Does this result in instructions removed at the LLVM IR or does it result in fewer instructions emitted in the backend?
If it results in fewer IR instructions, can you determine why this is the case? If it results in the same number of IR instructions, then performing this transform might make more sense in CodeGenPrepare.
I generated the IR after LTO using -Wl,plugin-opt=emit-llvm for xalancbmk and with this patch the number of IR instructions were 1059942. Compared to the baseline without my patch the number of IR instructions were 1067179. So there was a net reduction of 7237 IR instructions which translated into 3531 fewer instructions emitted in the backend. Over 1000 add instructions, and branch instructions were removed. Most of the cases were similar to the tests I have added in this patch.
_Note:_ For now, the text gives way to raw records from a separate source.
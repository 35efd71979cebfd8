import { useMemo, useState } from 'react';
import { can } from '../../../../../shared/permissions.ts';
import { LASER_KIND_LABELS, type MaterialView } from '../../../../../shared/schemas/catalog.ts';
import { WorkspaceLayout } from '../../../../components/layouts/workspace-layout.tsx';
import { Button } from '../../../../components/ui/button.tsx';
import { DataTable, tableColumns, type DataColumn } from '../../../../components/ui/data-table.tsx';
import { Dialog } from '../../../../components/ui/dialog.tsx';
import { useToast } from '../../../../components/ui/toast.tsx';
import { useDeleteMaterial, useMaterials } from '../../../../features/catalog/api/catalog.ts';
import { CatalogFrame, QueryState } from '../../../../features/catalog/components/catalog-frame.tsx';
import { MaterialDialog } from '../../../../features/catalog/components/material-dialog.tsx';
import { Swatch } from '../../../../features/catalog/components/swatch.tsx';
import { FAMILY_LABELS, familyOptions } from '../../../../features/catalog/labels.ts';

export function MaterialsPage() {
  return <WorkspaceLayout>{({ studio, role }) => <Materials slug={studio.slug} canEdit={can(role, 'catalog:write')} />}</WorkspaceLayout>;
}

const col = tableColumns<MaterialView>();

function Materials({ slug, canEdit }: { slug: string; canEdit: boolean }) {
  const materials = useMaterials(slug);
  const remove = useDeleteMaterial(slug);
  const toast = useToast();
  const [editing, setEditing] = useState<MaterialView | 'new'>();
  const [deleting, setDeleting] = useState<MaterialView>();

  const columns = useMemo<DataColumn<MaterialView>[]>(
    () => [
      col.accessor('name', {
        header: 'Material',
        cell: ({ row }) => (
          <span className="flex items-center gap-3 font-semibold">
            <Swatch surface={row.original.surfaceColour} mark={row.original.markColour} />
            {row.original.name}
          </span>
        ),
      }),
      col.accessor('family', { header: 'Family', filterFn: 'equalsString', cell: ({ row }) => FAMILY_LABELS[row.original.family] }),
      col.accessor('defaultTone', { header: 'Tone', cell: ({ getValue }) => (getValue() === 'negative' ? 'Negative' : 'Positive') }),
      col.accessor((m) => m.linesPerInchMin, { id: 'density', header: 'Lines per inch', cell: ({ row }) => `${row.original.linesPerInchMin}–${row.original.linesPerInchMax}` }),
      col.accessor((m) => (m.forbiddenOn.length ? `Never on ${m.forbiddenOn.map((k) => LASER_KIND_LABELS[k]).join(', ')}` : ''), {
        id: 'limits',
        header: 'Laser limits',
        cell: ({ getValue, row }) => (getValue() ? <span className="font-semibold text-rust-600" title={row.original.forbiddenReason}>{getValue()}</span> : <span className="text-graphite-400">—</span>),
      }),
      col.accessor('blankCount', { header: 'Blanks', cell: ({ getValue }) => getValue() || <span className="text-graphite-400">0</span> }),
      ...(canEdit
        ? [
            col.display({
              id: 'actions',
              header: () => <span className="sr-only">Actions</span>,
              cell: ({ row }) => (
                <span className="inline-flex gap-1">
                  <Button size="sm" variant="quiet" onClick={() => setEditing(row.original)} aria-label={`Edit ${row.original.name}`}>
                    Edit
                  </Button>
                  <Button
                    size="sm"
                    variant="quiet"
                    disabled={row.original.blankCount > 0}
                    title={row.original.blankCount > 0 ? 'Blanks use this material' : undefined}
                    onClick={() => setDeleting(row.original)}
                    aria-label={`Delete ${row.original.name}`}
                  >
                    Delete
                  </Button>
                </span>
              ),
            }),
          ]
        : []),
    ],
    [canEdit],
  );

  async function confirmDelete() {
    const material = deleting!;
    setDeleting(undefined);
    try {
      await remove.mutateAsync(material.id);
      toast.show(`${material.name} deleted.`, 'success');
    } catch (error) {
      toast.show((error as Error).message, 'error');
    }
  }

  return (
    <CatalogFrame slug={slug} title="Materials" canEdit={canEdit} actions={<Button onClick={() => setEditing('new')}>New material</Button>}>
      <p className="max-w-3xl text-graphite-600">
        What your blanks are made of: how each looks (for the buyer’s mock-up), whether photos burn on it as a negative, the line densities that suit it, and lasers it must never go on.
      </p>
      <QueryState isPending={materials.isPending} error={materials.error} />
      {materials.data && (
        <DataTable
          caption="Materials"
          data={materials.data.materials}
          columns={columns}
          getRowId={(m) => m.id}
          searchLabel="Search materials"
          filters={[{ columnId: 'family', label: 'Family', options: familyOptions }]}
          initialSorting={[{ id: 'name', desc: false }]}
          empty="No materials yet."
        />
      )}
      {editing && <MaterialDialog slug={slug} material={editing === 'new' ? undefined : editing} onClose={() => setEditing(undefined)} />}
      <Dialog open={Boolean(deleting)} title={`Delete ${deleting?.name ?? ''}?`} onClose={() => setDeleting(undefined)} confirm={{ label: 'Delete material', danger: true, onConfirm: confirmDelete }}>
        Its recipes are deleted with it. Orders already placed keep their own copy of what they need.
      </Dialog>
    </CatalogFrame>
  );
}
This looks okay to me (pending the one inline comment), assuming @majnemer is fine with too.
Btw, looks like instcombine already canonicalizes towards equality, for instance:
define i1 @f(i32 %x) { %v = icmp ugt i32 %x, 0 ret i1 %v }
is instcombined to
define i1 @f(i32 %x) { %v = icmp ne i32 %x, 0 ret i1 %v }
and this change looks like it is doing more of the same.
lib/Transforms/InstCombine/InstCombineCompares.cpp | ||
---|---|---|
3336 | I think you can just use dyn_cast here. For a well formed CFG, getTerminator should always return nonnull. |
Thank you very much for the review Sanjoy.
@majnemer, Is it reasonable to commit this patch?
lib/Transforms/InstCombine/InstCombineCompares.cpp | ||
---|---|---|
3355–3366 | The prior two replacements seem like pure goodness: they make conditional branches branch on true or false. These two seem weird to have in InstCombine. Seeing as how you are concerned with pessimization, can we move these to CGP and have them operate on a TargetLowering hook? |
lib/Transforms/InstCombine/InstCombineCompares.cpp | ||
---|---|---|
3355–3366 | On second thought, this is a nice canonicalization regardless because it makes the comparisons easier to analyze. LGTM. |
I'd use an architecture neutral name here, if possible.